→ What the task asks
In the entries below, spot each line with the word "second" and copy it.

Working data START

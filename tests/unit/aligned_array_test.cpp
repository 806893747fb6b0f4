#include "fmm/base/aligned_array.hpp"

#include <gtest/gtest.h>

#include <cstdint>

#include "fmm/base/padding.hpp"

namespace farsum {
namespace {

TEST(MemoryLedger, PeakIsTheLargestSumHeldAtOnce) {
  MemoryLedger ledger;
  ledger.add(100);
  ledger.add(50);
  ledger.remove(120);
  ledger.add(10);
  EXPECT_EQ(ledger.current(), 40u);
  EXPECT_EQ(ledger.peak(), 150u);
}

TEST(MemoryLedger, RestartedPeakForgetsWhatWasReleased) {
  MemoryLedger ledger;
  ledger.add(100);
  ledger.remove(70);
  ledger.restart_peak();
  EXPECT_EQ(ledger.peak(), 30u);
}

TEST(AlignedArray, StartsAtACacheLineWhateverItsSize) {
  MemoryLedger ledger;
  for (std::size_t size : {1u, 3u, 7u, 64u, 1000u, 600000u}) {
    const AlignedArray<double> array(ledger, size);
    EXPECT_EQ(reinterpret_cast<std::uintptr_t>(array.data()) % 64, 0u) << size;
  }
}

TEST(AlignedArray, LargeBlocksCanBeWrittenToTheLastElement) {
  MemoryLedger ledger;
  AlignedArray<double> array(ledger, (std::size_t{1} << 20) + 3);
  for (double& value : array) value = 2.5;
  EXPECT_EQ(array[array.size() - 1], 2.5);
  EXPECT_EQ(reinterpret_cast<std::uintptr_t>(array.data()) % (1u << 21), 0u);
}

TEST(AlignedArray, IsCountedWhileItLives) {
  MemoryLedger ledger;
  {
    const AlignedArray<float> array(ledger, 10);
    EXPECT_EQ(ledger.current(), 40u);
  }
  EXPECT_EQ(ledger.current(), 0u);
  EXPECT_EQ(ledger.peak(), 40u);
}

TEST(AlignedArray, OfNoElementsOwnsNothing) {
  MemoryLedger ledger;
  const AlignedArray<int> array(ledger, 0);
  EXPECT_TRUE(array.empty());
  EXPECT_EQ(array.begin(), array.end());
  EXPECT_EQ(ledger.peak(), 0u);
}

TEST(AlignedArray, MoveConstructionHandsOverTheBlock) {
  MemoryLedger ledger;
  AlignedArray<int> from(ledger, 4);
  from[3] = 17;
  const int* const block = from.data();
  const AlignedArray<int> to(std::move(from));
  EXPECT_EQ(to.data(), block);
  EXPECT_EQ(to[3], 17);
  EXPECT_TRUE(from.empty());  // NOLINT: the moved-from state is what is tested
  EXPECT_EQ(ledger.current(), 16u);
}

TEST(AlignedArray, MoveAssignmentReleasesTheOldBlockInItsOwnLedger) {
  MemoryLedger first, second;
  AlignedArray<int> a(first, 4);
  {
    AlignedArray<int> b(second, 8);
    a = std::move(b);
  }
  EXPECT_EQ(first.current(), 0u);
  EXPECT_EQ(second.current(), 32u);
  EXPECT_EQ(a.size(), 8u);
}

TEST(AlignedArray, AssigningAnEmptyArrayFreesIt) {
  MemoryLedger ledger;
  AlignedArray<int> array(ledger, 4);
  array = {};
  EXPECT_EQ(array.data(), nullptr);
  EXPECT_EQ(ledger.current(), 0u);
}

TEST(LedgerShare, CountsForAsLongAsItLives) {
  MemoryLedger ledger;
  {
    LedgerShare share;
    share = LedgerShare(ledger, 70);
    const LedgerShare kept(std::move(share));
    EXPECT_EQ(ledger.current(), 70u);
  }
  EXPECT_EQ(ledger.current(), 0u);
  EXPECT_EQ(ledger.peak(), 70u);
}

TEST(Padding, RoundsUpToWholeBlocks) {
  EXPECT_EQ(round_up(0, 8), 0u);
  EXPECT_EQ(round_up(1, 8), 8u);
  EXPECT_EQ(round_up(8, 8), 8u);
  EXPECT_EQ(round_up(9, 8), 16u);
}

}  // namespace
}  // namespace farsum
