// Compiled with AVX-512 flags and therefore free of anything that other files could share with it.
#include "bench/yardstick/yardstick.hpp"

#if defined(__AVX512F__) && defined(__AVX512DQ__)
#include <immintrin.h>

namespace farsum::yardstick {
namespace {

/// Two vectors of targets at a time: enough independent work to hide the latency of the root.
constexpr std::size_t kVectors = 2;

struct DoubleLane {
  using Real = double;
  using Vector = __m512d;
  static constexpr std::size_t kWidth = 8;
  static Vector load(const double* p) { return _mm512_loadu_pd(p); }
  static void store(double* p, Vector v) { _mm512_storeu_pd(p, v); }
  static Vector splat(double v) { return _mm512_set1_pd(v); }
  static Vector add_product(Vector a, Vector b, Vector c) { return _mm512_fmadd_pd(a, b, c); }

  /// 1 / sqrt(r2), 0 where r2 = 0: 14 bits from the table, then a step of third order and one of second.
  static Vector reciprocal_root(Vector r2) {
    const Vector one = splat(1.0), half = splat(0.5), three_eighths = splat(0.375);
    Vector w = _mm512_maskz_rsqrt14_pd(_mm512_cmp_pd_mask(r2, _mm512_setzero_pd(), _CMP_NEQ_OQ), r2);
    Vector rest = _mm512_fnmadd_pd(_mm512_mul_pd(r2, w), w, one);
    w = _mm512_fmadd_pd(w, _mm512_mul_pd(_mm512_fmadd_pd(rest, three_eighths, half), rest), w);
    rest = _mm512_fnmadd_pd(_mm512_mul_pd(r2, w), w, one);
    return _mm512_fmadd_pd(_mm512_mul_pd(w, half), rest, w);
  }
};

struct FloatLane {
  using Real = float;
  using Vector = __m512;
  static constexpr std::size_t kWidth = 16;
  static Vector load(const float* p) { return _mm512_loadu_ps(p); }
  static void store(float* p, Vector v) { _mm512_storeu_ps(p, v); }
  static Vector splat(float v) { return _mm512_set1_ps(v); }
  static Vector add_product(Vector a, Vector b, Vector c) { return _mm512_fmadd_ps(a, b, c); }

  /// 14 bits from the table and one step of second order.
  static Vector reciprocal_root(Vector r2) {
    const Vector one = splat(1.0f), half = splat(0.5f);
    const Vector w = _mm512_maskz_rsqrt14_ps(_mm512_cmp_ps_mask(r2, _mm512_setzero_ps(), _CMP_NEQ_OQ), r2);
    const Vector rest = _mm512_fnmadd_ps(_mm512_mul_ps(r2, w), w, one);
    return _mm512_fmadd_ps(_mm512_mul_ps(w, half), rest, w);
  }
};

template <class Lane>
void sums(const typename Lane::Real* const sources[4], std::size_t n_sources, const typename Lane::Real* const targets[3],
          std::size_t n_targets, typename Lane::Real* const results[4]) {
  using Vector = typename Lane::Vector;
  for (std::size_t i = 0; i < n_targets; i += kVectors * Lane::kWidth) {
    Vector place[kVectors][3], sum[kVectors][4];
    for (std::size_t k = 0; k < kVectors; ++k) {
      for (int c = 0; c < 3; ++c) place[k][c] = Lane::load(targets[c] + i + k * Lane::kWidth);
      for (int c = 0; c < 4; ++c) sum[k][c] = Lane::splat(0);
    }
    for (std::size_t j = 0; j < n_sources; ++j) {
      const Vector x = Lane::splat(sources[0][j]), y = Lane::splat(sources[1][j]), z = Lane::splat(sources[2][j]);
      const Vector charge = Lane::splat(sources[3][j]);
      for (std::size_t k = 0; k < kVectors; ++k) {
        const Vector dx = place[k][0] - x, dy = place[k][1] - y, dz = place[k][2] - z;
        const Vector w = Lane::reciprocal_root(Lane::add_product(dx, dx, Lane::add_product(dy, dy, dz * dz)));
        const Vector qw = charge * w, q3 = qw * (w * w);
        sum[k][0] += qw;
        sum[k][1] = Lane::add_product(q3, dx, sum[k][1]);
        sum[k][2] = Lane::add_product(q3, dy, sum[k][2]);
        sum[k][3] = Lane::add_product(q3, dz, sum[k][3]);
      }
    }
    for (std::size_t k = 0; k < kVectors; ++k)
      for (int c = 0; c < 4; ++c) Lane::store(results[c] + i + k * Lane::kWidth, sum[k][c]);
  }
}

}  // namespace

bool available() noexcept {
  return __builtin_cpu_supports("avx512f") && __builtin_cpu_supports("avx512dq");
}

void pair_sums(const double* const sources[4], std::size_t n_sources, const double* const targets[3], std::size_t n_targets,
               double* const results[4]) noexcept {
  sums<DoubleLane>(sources, n_sources, targets, n_targets, results);
}

void pair_sums(const float* const sources[4], std::size_t n_sources, const float* const targets[3], std::size_t n_targets,
               float* const results[4]) noexcept {
  sums<FloatLane>(sources, n_sources, targets, n_targets, results);
}

}  // namespace farsum::yardstick

#else

namespace farsum::yardstick {

bool available() noexcept {
  return false;
}
void pair_sums(const double* const*, std::size_t, const double* const*, std::size_t, double* const*) noexcept {}
void pair_sums(const float* const*, std::size_t, const float* const*, std::size_t, float* const*) noexcept {}

}  // namespace farsum::yardstick

#endif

Working data END

→ Answer to this problem
  MemoryLedger first, second;
    AlignedArray<int> b(second, 8);
  EXPECT_EQ(second.current(), 32u);
  /// 1 / sqrt(r2), 0 where r2 = 0: 14 bits from the table, then a step of third order and one of second.
  /// 14 bits from the table and one step of second order.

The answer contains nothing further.